2. Create New Items:
Define new items to collect the custom GPU metrics from the Windows host:
- Go to Configuration -> Hosts.
- Click on the host you added.
- Go to the Items tab and click Create item.
- Define an item for each GPU metric:
- Name: GPU Utilization
- Type: Zabbix agent
- Key:
gpu.utilization
- Type of information: Numeric (float or integer as needed)

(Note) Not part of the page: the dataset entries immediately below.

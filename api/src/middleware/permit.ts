import { z } from "@restband/solver";
import type { RequestHandler } from "express";
import { type Account, type Role, type RouteName, roles, routes } from "../contract.ts";
import { archived, notAllowed, notFound, notSignedIn } from "../errors.ts";

/**
 * Who may call a route: anybody, anybody signed in, or members of the project in its path who have one of the roles.
 * `orSelf`: also the person whose account the path names, whatever the role. `evenArchived`: a change that is made to an
 * archived project too; all other routes but readings are then refused.
 */
type Permission =
  "public" | "signed-in" | { readonly roles: readonly Role[]; readonly orSelf?: true; readonly evenArchived?: true };

const everyMember = { roles } as const;
const authors = { roles: ["owner", "editor"] } as const;
const owners = { roles: ["owner"] } as const;
const deciders = { roles: ["owner", "reviewer"] } as const;
const commenters = { roles: ["owner", "editor", "reviewer"] } as const;

/** The one role table. A site administrator has no place in it: being one opens no project. */
export const permissions = {
  signUp: "public",
  claimAccount: "public",
  changeAccount: "signed-in",
  readSession: "public",
  signIn: "public",
  signOut: "public",

  listProjects: "signed-in",
  createProject: "signed-in",
  readProject: everyMember,
  changeProject: owners,
  archiveProject: { ...owners, evenArchived: true },
  restoreProject: { ...owners, evenArchived: true },
  listActivity: everyMember,

  listMembers: everyMember,
  addMember: owners,
  changeMember: owners,
  removeMember: { ...owners, orSelf: true, evenArchived: true },

  listScenarios: everyMember,
  createScenario: authors,
  readScenario: everyMember,
  saveScenario: authors,
  readContents: everyMember,
  createCases: authors,
  duplicateScenario: authors,
  moveScenario: authors,
  archiveScenario: authors,
  restoreScenario: authors,

  listExplorations: everyMember,
  createExploration: authors,
  readExploration: everyMember,
  claimExploration: authors,
  releaseExploration: authors,
  readTiles: everyMember,
  saveTile: authors,
  concludeExploration: authors,
  deleteExploration: authors,

  readIntegrity: everyMember,
  listRevisions: everyMember,
  freezeScenario: authors,
  readRevision: everyMember,
  listReplays: everyMember,
  keepReplay: everyMember,
  readReview: everyMember,
  askForReview: authors,
  decideRevision: deciders,
  selfCheckRevision: authors,
  withdrawRevision: owners,
  readChecklist: everyMember,
  setChecklist: owners,
  listComments: everyMember,
  addComment: commenters,
  replyToComment: commenters,
  settleComment: commenters,
  reopenComment: commenters,
  listNotices: "signed-in",
  closeNotice: "signed-in",
} as const satisfies Record<RouteName, Permission>;

/**
 * Finds who an account is, what role it has in a project and whether that is archived; null where there is no such
 * account.
 */
export type FindCaller = (
  accountId: string,
  projectId: string | null,
) => Promise<{ account: Account; role: Role | null; isArchived: boolean } | null>;

/**
 * Lets a request through that the table permits. The role is read anew each time, so that a change acts at once. Who is
 * no member learns nothing, not even that there is a project.
 *
 * @throws Error for a route that has no entry: the server then does not start
 */
export function permit(name: RouteName, findCaller: FindCaller): RequestHandler {
  const permission: Permission | undefined = permissions[name];
  if (!permission) throw new Error(`The route ${name} has no entry in the role table.`);
  if (permission !== "public" && permission !== "signed-in" && !routes[name].path.includes(":projectId")) {
    throw new Error(`The route ${name} asks for a role, but its path names no project.`);
  }
  return async (request, response, next) => {
    if (permission === "public") return next();
    const { accountId } = request.session;
    const projectId = idOf(request.params.projectId);
    const caller = accountId ? await findCaller(accountId, projectId) : null;
    if (!caller) throw notSignedIn();
    if (permission !== "signed-in") {
      demandRole(permission, caller.role, request.params.accountId === accountId);
      if (caller.isArchived && routes[name].method !== "GET" && !permission.evenArchived) throw archived("project");
    }
    Object.assign(response.locals, caller);
    next();
  };
}

function demandRole(permission: Exclude<Permission, string>, role: Role | null, isSelf: boolean): void {
  if (!role) throw notFound();
  if (permission.roles.includes(role) || (permission.orSelf && isSelf)) return;
  throw notAllowed(`Your role in this project is ${role}; this takes ${permission.roles.join(" or ")}.`);
}

/** Null for what cannot be the id of a project: nobody is a member there. */
function idOf(value: string | string[] | undefined): string | null {
  return z.uuid().safeParse(value).data ?? null;
}
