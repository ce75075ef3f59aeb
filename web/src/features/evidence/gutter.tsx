import { classNames } from "../../components/class-names.ts";
import { Figure } from "../../components/figure.tsx";
import type { Frame } from "./frame.ts";
import type { Overlay } from "./overlay.ts";
import { overlayReading, readingsAt, type CursorReading } from "./readings.ts";
import type { RunView } from "./run-view.ts";

const tones: Record<CursorReading["tone"], string> = {
  slip: "text-slip",
  quiet: "text-quiet",
  ink: "text-ink",
  band: "text-band-line",
  stick: "text-stick",
};

interface GutterProps {
  view: RunView;
  frame: Frame;
  t: number;
  overlays: readonly Overlay[];
}

/** The values at the cursor beside their panels, in the colours of their curves. */
export function Gutter({ view, frame, t, overlays }: GutterProps) {
  const readings = readingsAt(view, frame, t, overlays);
  return frame.panels.map(({ key, top }) => (
    <dl key={key} className="absolute" style={{ top: top - 6, left: frame.width - frame.right + 20, right: 8 }}>
      {readings[key].map((reading) => (
        <ReadingItem key={reading.name} reading={reading} className="mb-1" />
      ))}
    </dl>
  ));
}

/** On the phone: the first value of each panel, above the plots, and below them those of what is compared. */
export function ReadingsRow({ view, frame, t, overlays }: GutterProps) {
  const { displacement, velocity, friction } = readingsAt(view, frame, t);
  const others = overlays.flatMap((overlay) =>
    (["x", "v"] as const).flatMap((channel) => {
      const reading = overlayReading(view, frame, t, overlay, channel);
      return reading ? [{ key: `${overlay.key} ${channel}`, channel, reading }] : [];
    }),
  );
  return (
    <dl className="mb-3 grid grid-cols-3 gap-3">
      {[displacement[0], velocity[0], friction[0]].map((reading) => (
        <ReadingItem key={reading.name} reading={reading} />
      ))}
      {others.map(({ key, channel, reading }) => (
        <ReadingItem key={key} reading={reading} className={channel === "x" ? "col-start-1" : "col-start-2"} />
      ))}
    </dl>
  );
}

function ReadingItem({ reading, className }: { reading: CursorReading; className?: string }) {
  return (
    <div className={classNames("leading-[1.25]", className)}>
      <dt className={classNames("truncate text-13 font-semibold", tones[reading.tone])}>{reading.name}</dt>
      <dd className={classNames("text-18 font-semibold", tones[reading.tone])}>
        <Figure {...reading} />
      </dd>
    </div>
  );
}
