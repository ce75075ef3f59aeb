import { Button } from "../../components/button.tsx";
import { Icon } from "../../components/icon.tsx";
import { PlainSelect } from "../../components/select.tsx";
import { paces, type Pace, type Play } from "./use-play.ts";

interface PlayButtonsProps {
  play: Play;
  onStep: (direction: 1 | -1) => void;
  /** On the phone the docked strip has the steps. */
  hasSteps: boolean;
}

/** Event before, play, next event, and how fast it plays. */
export function PlayButtons({ play, onStep, hasSteps }: PlayButtonsProps) {
  return (
    <span className="flex items-center gap-2">
      {hasSteps && (
        <Button className="w-8 px-0!" aria-label="Event before" onClick={() => onStep(-1)}>
          <Icon name="previous" size={13} />
        </Button>
      )}
      <Button
        className="w-8 px-0! max-desk:size-11"
        aria-label={play.isPlaying ? "Pause" : "Play"}
        onClick={play.toggle}
      >
        <Icon name={play.isPlaying ? "pause" : "play"} size={13} />
      </Button>
      {hasSteps && (
        <Button className="w-8 px-0!" aria-label="Next event" onClick={() => onStep(1)}>
          <Icon name="next" size={13} />
        </Button>
      )}
      <PlainSelect
        isQuiet
        aria-label="Plays what is seen"
        choices={paces}
        value={play.pace}
        onChange={(event) => play.setPace(event.target.value as Pace)}
      />
    </span>
  );
}
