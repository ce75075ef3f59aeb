import { randomUUID } from "node:crypto";
import type { ServerResponse } from "node:http";
import { pino, type Logger } from "pino";
import { pinoHttp } from "pino-http";
import { isDatabaseError } from "../database/database-errors.ts";

/** The server's log: one JSON line an event, to the given stream (standard output unless told). */
export function createLog(level: string, stream?: { write(line: string): void }): Logger {
  const options = { level, base: null, serializers: { err: describeError } };
  return stream ? pino(options, stream) : pino(options);
}

/**
 * One line a request, with an id that the answer carries too. Headers, bodies, queries and cookies are left out
 * altogether, so that no password, token or address can slip in.
 */
export function requestLog(log: Logger) {
  return pinoHttp({
    logger: log,
    quietReqLogger: true,
    genReqId: (_request, response) => {
      const id = randomUUID();
      response.setHeader("X-Request-Id", id);
      return id;
    },
    customLogLevel: (_request, response, error) => (error || response.statusCode >= 500 ? "error" : "info"),
    serializers: {
      req: (request: { method: string; url: string }) => ({ method: request.method, path: pathOf(request.url) }),
      res: (response: { statusCode: number }) => ({ status: response.statusCode }),
    },
    customAttributeKeys: { reqId: "id", req: "request", res: "response", responseTime: "milliseconds" },
  });
}

/** The id under which a request is logged. */
export const requestIdOf = (response: ServerResponse): string => String(response.getHeader("X-Request-Id"));

/** Without the query, and without the token of a one-time link. */
function pathOf(url: string): string {
  return url.split("?")[0].replace(/^\/welcome\/.*/, "/welcome/…");
}

/** Messages of the database may hold what people typed: of those only the numbers and the place in the code are kept. */
function describeError(error: unknown) {
  if (!(error instanceof Error)) return { type: typeof error };
  const { code, errno } = error as NodeJS.ErrnoException;
  const stack = error.stack?.split("\n").filter((line) => line.startsWith("    at "));
  return { type: error.name, code, errno, ...(!isDatabaseError(error) && { message: error.message }), stack };
}
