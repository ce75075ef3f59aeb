import { useEffect, useRef, useState } from "react";
import { useMedia } from "../../components/use-media.ts";
import type { Range } from "./part-of-run.ts";

/** How long the part seen takes to play, s; "real": as long as the motion itself. */
export type Pace = "5" | "10" | "30" | "real";

export const paces: readonly { value: Pace; label: string }[] = [
  { value: "5", label: "in 5 s" },
  { value: "10", label: "in 10 s" },
  { value: "30", label: "in 30 s" },
  { value: "real", label: "in real time" },
];

/** A person who wants no motion sees events one after the other instead, this many ms apart. */
const STEP_MS = 1000;

interface Playing {
  readonly range: Range;
  readonly t: number;
  readonly onMove: (t: number) => void;
  /** The event after an instant; null after the last. */
  readonly next: (t: number) => number | null;
}

export interface Play {
  readonly isPlaying: boolean;
  readonly pace: Pace;
  readonly setPace: (pace: Pace) => void;
  readonly toggle: () => void;
  readonly stop: () => void;
}

/** Moves the cursor through the part seen and stops at its end. */
export function usePlay(playing: Playing): Play {
  const [isPlaying, setPlaying] = useState(false);
  const [pace, setPace] = useState<Pace>("10");
  const isStill = useMedia("(prefers-reduced-motion: reduce)");
  const latest = useRef(playing);
  useEffect(() => {
    latest.current = playing;
  });
  useEffect(() => {
    if (!isPlaying) return;
    const advance = (t: number): boolean => {
      const { range, onMove } = latest.current;
      onMove(Math.min(t, range.to));
      if (t >= range.to) setPlaying(false);
      return t < range.to;
    };
    return isStill ? byEvents(() => latest.current, advance) : smoothly(pace, () => latest.current, advance);
  }, [isPlaying, isStill, pace]);
  const toggle = (): void => {
    const { range, t, onMove } = playing;
    if (!isPlaying && (t >= range.to || t < range.from)) onMove(range.from);
    setPlaying(!isPlaying);
  };
  return { isPlaying, pace, setPace, toggle, stop: () => setPlaying(false) };
}

/** A frame of the screen at a time; a cursor that was put elsewhere goes on from there. */
function smoothly(pace: Pace, now: () => Playing, advance: (t: number) => boolean): () => void {
  let before = performance.now();
  let frame = requestAnimationFrame(tick);
  function tick(time: number): void {
    const { range, t } = now();
    const perSecond = pace === "real" ? 1 : (range.to - range.from) / Number(pace);
    const goesOn = advance(t + (perSecond * Math.max(0, time - before)) / 1000);
    before = time;
    if (goesOn) frame = requestAnimationFrame(tick);
  }
  return () => cancelAnimationFrame(frame);
}

function byEvents(now: () => Playing, advance: (t: number) => boolean): () => void {
  const timer = setInterval(() => {
    const { range, t, next } = now();
    advance(next(t) ?? range.to);
  }, STEP_MS);
  return () => clearInterval(timer);
}
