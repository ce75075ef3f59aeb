import { describe, expect, it } from "vitest";
import { sayWhen } from "../../../web/src/format/when.ts";

// Friday, in the reader's own zone whatever that is.
const now = new Date(2026, 10, 27, 15, 30);

describe("an instant as one says it", () => {
  it.each([
    [new Date(2026, 10, 27, 9, 5), "09:05"],
    [new Date(2026, 10, 27, 0, 0), "00:00"],
    [new Date(2026, 10, 26, 23, 59), "yesterday"],
    [new Date(2026, 10, 25, 15, 0), "Wednesday"],
    [new Date(2026, 10, 21, 0, 0), "Saturday"],
    [new Date(2026, 10, 20, 23, 59), "20 Nov"],
    [new Date(2025, 11, 31, 12, 0), "31 Dec 2025"],
    // A server's clock a little ahead of the reader's is no reason to speak of tomorrow.
    [new Date(2026, 10, 27, 15, 31), "15:31"],
  ])("%s is %s", (instant, words) => expect(sayWhen(instant, now)).toBe(words));
});
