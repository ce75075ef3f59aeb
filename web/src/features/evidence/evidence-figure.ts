import type { Data } from "plotly.js-dist-min";
import { faded, type PlotTheme } from "../../components/plot-theme.ts";
import { roughlyFromSi, type Unit } from "../../format/unit.ts";
import { curveOf, type Line } from "./curve.ts";
import { densified } from "./densified.ts";
import { axes, layoutOf, type FigureLayout } from "./evidence-layout.ts";
import type { Frame, PanelFrame } from "./frame.ts";
import type { Overlay } from "./overlay.ts";
import { phaseChanges, type RunView } from "./run-view.ts";
import { driveSpeed } from "./scales.ts";
import { thinned } from "./thin.ts";

const MOST_POINTS = 4000;
const channels = { displacement: "x", velocity: "v", acceleration: "a", friction: "f" } as const;

/** Displacement with its rest band, velocity and friction force over one time axis, as plotly wants it. */
export function evidenceFigure(
  view: RunView,
  frame: Frame,
  theme: PlotTheme,
  overlays: readonly Overlay[] = [],
): { data: Data[]; layout: FigureLayout } {
  const data = frame.panels.flatMap((panel) => [
    ...(panel.key === "displacement" ? bandTraces(view, frame, panel, theme) : []),
    ...(panel.key === "velocity" ? speedTraces(view, frame, panel, theme) : []),
    ...(panel.key === "friction" ? holdTraces(view, frame, panel, theme) : []),
    ...overlays.flatMap((overlay) => overlayTraces(overlay, frame, panel, theme)),
    ...(panel.key === "drive"
      ? driveTraces(view, frame, panel, theme)
      : curveTraces(view, frame, panel, panel.key, theme)),
  ]);
  return { data, layout: layoutOf(frame, theme) };
}

/** Sliding thin, stuck thick: told apart by width as well as by colour. */
function curveTraces(
  view: RunView,
  frame: Frame,
  panel: PanelFrame,
  key: keyof typeof channels,
  theme: PlotTheme,
): Data[] {
  const samples = densified(view.samples, frame);
  const events = samples === view.samples ? view.eventIndices : phaseChanges(samples);
  const channel = channels[key];
  const seen = events.filter((i) => samples.t[i] >= frame.from && samples.t[i] <= frame.to);
  const isDense = seen.length > MOST_POINTS / 4;
  // Told apart, each event costs points of its own; one dense line has them all for itself.
  const [count, keep] = isDense ? [0.9 * MOST_POINTS, []] : [MOST_POINTS / 2, seen.flatMap((i) => [i - 1, i])];
  const indices = thinned(samples.t, samples[channel], frame, count, keep);
  const { slip, stick } = curveOf(samples, channel, indices, panel.unit, isDense);
  return [line(panel, slip, { color: theme.slip, width: 2 }), line(panel, stick, { color: theme.stick, width: 3 })];
}

/** Displacement and velocity of another motion, dashed and quiet: what it is compared with stays in front. */
function overlayTraces({ samples }: Overlay, frame: Frame, panel: PanelFrame, theme: PlotTheme): Data[] {
  if (panel.key !== "displacement" && panel.key !== "velocity") return [];
  const channel = channels[panel.key];
  const seen = densified(samples, frame);
  const indices = thinned(seen.t, seen[channel], frame, MOST_POINTS);
  const { slip } = curveOf(seen, channel, indices, panel.unit, true);
  return [line(panel, slip, { color: theme.quiet, width: 1.5, dash: "dash" })];
}

/** The force that drives the body, one line whatever the body does. */
function driveTraces({ drive, samples }: RunView, frame: Frame, panel: PanelFrame, theme: PlotTheme): Data[] {
  const points = drive?.between(densified(samples, frame), frame) ?? [];
  const times = Float64Array.from(points, ({ t }) => t);
  const forces = Float64Array.from(points, ({ force }) => roughlyFromSi(force, panel.unit));
  const kept = thinned(times, forces, frame, MOST_POINTS);
  const drawn = { x: Float64Array.from(kept, (i) => times[i]), y: Float64Array.from(kept, (i) => forces[i]) };
  return [line(panel, drawn, { color: theme.quiet, width: 2 })];
}

/** The band in which friction can hold the body, about its equilibrium; left out where that swings too fast to be drawn. */
function bandTraces(view: RunView, frame: Frame, panel: PanelFrame, theme: PlotTheme): Data[] {
  const { equilibrium, restBand } = view.inputs;
  const times = view.inputs.times(frame.from, frame.to);
  if (restBand === null || times === null) return [];
  const edge = (offset: number): Line => at(times, (t) => (equilibrium(t) ?? 0) + offset, panel.unit);
  const drawn = { color: theme["band-line"], width: 1.5 };
  const fill: Partial<Data> = {
    fill: "tonexty",
    fillcolor: faded(theme.band, 0.2),
    fillpattern: {
      shape: "-",
      size: 5,
      solidity: 0.16,
      fgcolor: theme["band-line"],
      bgcolor: faded(theme.band, 0.2),
      fgopacity: 0.4,
    },
  };
  return [
    line(panel, edge(-restBand), drawn),
    { ...line(panel, edge(restBand), drawn), ...fill } as Data,
    line(panel, edge(0), { color: theme.quiet, width: 1, dash: "dash" }),
  ];
}

function speedTraces(view: RunView, frame: Frame, panel: PanelFrame, theme: PlotTheme): Data[] {
  return driveSpeed(view).map((speed) =>
    line(
      panel,
      at([frame.from, frame.to], () => speed, panel.unit),
      { color: theme.quiet, width: 1, dash: "dash" },
    ),
  );
}

/** What friction can hold, to both sides. */
function holdTraces(view: RunView, frame: Frame, panel: PanelFrame, theme: PlotTheme): Data[] {
  const { inputs, scenario } = view;
  if (inputs.hold(frame.from) === 0) return [];
  const ends = [frame.from, frame.to];
  const times = scenario.contact.normal.ripple ? (inputs.times(frame.from, frame.to) ?? ends) : ends;
  return [1, -1].map((side) =>
    line(
      panel,
      at(times, (t) => side * inputs.hold(t), panel.unit),
      { color: theme.stick, width: 1.5, dash: "dot" },
    ),
  );
}

const at = (times: readonly number[], value: (t: number) => number, unit: Unit): Line => ({
  x: Float64Array.from(times),
  y: Float64Array.from(times, (t) => roughlyFromSi(value(t), unit)),
});

interface Stroke {
  color: string;
  width: number;
  dash?: "dash" | "dot";
}

function line(panel: PanelFrame, { x, y }: Line, stroke: Stroke): Data {
  return {
    type: "scatter",
    mode: "lines",
    x,
    y,
    yaxis: axes[panel.key],
    line: { ...stroke, simplify: false },
    hoverinfo: "skip",
    showlegend: false,
  };
}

- Units: % Repeat for other metrics (
gpu.temperature
,gpu.memory.used
, andgpu.memory.total
).
3. Create Triggers (Optional):
To alert when GPU usage is high or temperature exceeds a threshold, create triggers:
- Go to Configuration -> Hosts.
- Click on the host you added.
- Go to the Triggers tab and click Create trigger.
- Define conditions such as:
- Name: GPU Utilization High
- Expression:
{<host>:gpu.utilization.last()} > 90
4. Create Graphs (Optional):
Visualize the GPU metrics in graphs:
- Go to Configuration -> Hosts.
- Click on the host you added.
- Go to the Graphs tab and click Create graph.
- Define a graph that includes the GPU metrics.
Step 5: Verify and Monitor
- Go to Monitoring -> Latest data to see the collected GPU metrics.
- Check the Graphs and Triggers to ensure they reflect the data correctly.
Conclusion
The above steps guide you to setup GPU monitoring in Zabbix. There are various steps included in it, like installing the Zabbix Agent, gathering GPU metrics with PowerShell scripts, and configuring the Zabbix server to collect and visualize the GPU metrics. After following the above steps, you can easily install the Zabix agent on Windows and effectively monitor the performance of GPU metrics on your best GPU dedicated server.